▶ _WHAT TO DO_
All of the data needs to be repeated exactly.

▶ _INPUT_

^^^^

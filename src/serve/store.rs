//! Uploaded tables and finished runs, held in memory with a cap on each (the oldest dropped
//! first). Nothing is written to disk.

use crate::output::OutputSet;
use std::collections::VecDeque;

/// An uploaded table.
#[derive(Debug, Clone)]
pub struct Table {
    /// The file name as uploaded (its extension says whether it is a workbook).
    pub name: String,
    /// The file's bytes.
    pub bytes: Vec<u8>,
}

/// Tables and runs by id.
#[derive(Debug, Default)]
pub struct Store {
    next: u64,
    tables: VecDeque<(String, Table)>,
    runs: VecDeque<(String, String, OutputSet)>,
}

impl Store {
    fn id(&mut self, prefix: &str) -> String {
        self.next += 1;
        format!("{prefix}{}", self.next)
    }

    /// Keep a table; returns its id.
    pub fn add_table(&mut self, table: Table) -> String {
        let id = self.id("t");
        self.tables.push_back((id.clone(), table));
        while self.tables.len() > super::KEPT_TABLES {
            self.tables.pop_front();
        }
        id
    }

    /// A kept table.
    pub fn table(&self, id: &str) -> Option<Table> {
        self.tables
            .iter()
            .find(|(k, _)| k == id)
            .map(|(_, t)| t.clone())
    }

    /// Keep a run's files under the name of its table; returns the run's id.
    pub fn add_run(&mut self, table_name: &str, files: OutputSet) -> String {
        let id = self.id("r");
        self.runs
            .push_back((id.clone(), table_name.to_string(), files));
        while self.runs.len() > super::KEPT_RUNS {
            self.runs.pop_front();
        }
        id
    }

    /// A kept run: its table's name and its files.
    pub fn run(&self, id: &str) -> Option<(String, OutputSet)> {
        self.runs
            .iter()
            .find(|(k, _, _)| k == id)
            .map(|(_, n, f)| (n.clone(), f.clone()))
    }
}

^^^^

▶ _RESPONSE BELOW_
filename src/serve/store.rs
//! Uploaded tables and finished runs, held in memory with a cap on each (the oldest dropped
//! first). Nothing is written to disk.

use crate::output::OutputSet;
use std::collections::VecDeque;

/// An uploaded table.
#[derive(Debug, Clone)]
pub struct Table {
    /// The file name as uploaded (its extension says whether it is a workbook).
    pub name: String,
    /// The file's bytes.
    pub bytes: Vec<u8>,
}

/// Tables and runs by id.
#[derive(Debug, Default)]
pub struct Store {
    next: u64,
    tables: VecDeque<(String, Table)>,
    runs: VecDeque<(String, String, OutputSet)>,
}

impl Store {
    fn id(&mut self, prefix: &str) -> String {
        self.next += 1;
        format!("{prefix}{}", self.next)
    }

    /// Keep a table; returns its id.
    pub fn add_table(&mut self, table: Table) -> String {
        let id = self.id("t");
        self.tables.push_back((id.clone(), table));
        while self.tables.len() > super::KEPT_TABLES {
            self.tables.pop_front();
        }
        id
    }

    /// A kept table.
    pub fn table(&self, id: &str) -> Option<Table> {
        self.tables
            .iter()
            .find(|(k, _)| k == id)
            .map(|(_, t)| t.clone())
    }

    /// Keep a run's files under the name of its table; returns the run's id.
    pub fn add_run(&mut self, table_name: &str, files: OutputSet) -> String {
        let id = self.id("r");
        self.runs
            .push_back((id.clone(), table_name.to_string(), files));
        while self.runs.len() > super::KEPT_RUNS {
            self.runs.pop_front();
        }
        id
    }

    /// A kept run: its table's name and its files.
    pub fn run(&self, id: &str) -> Option<(String, OutputSet)> {
        self.runs
            .iter()
            .find(|(k, _, _)| k == id)
            .map(|(_, n, f)| (n.clone(), f.clone()))
    }
}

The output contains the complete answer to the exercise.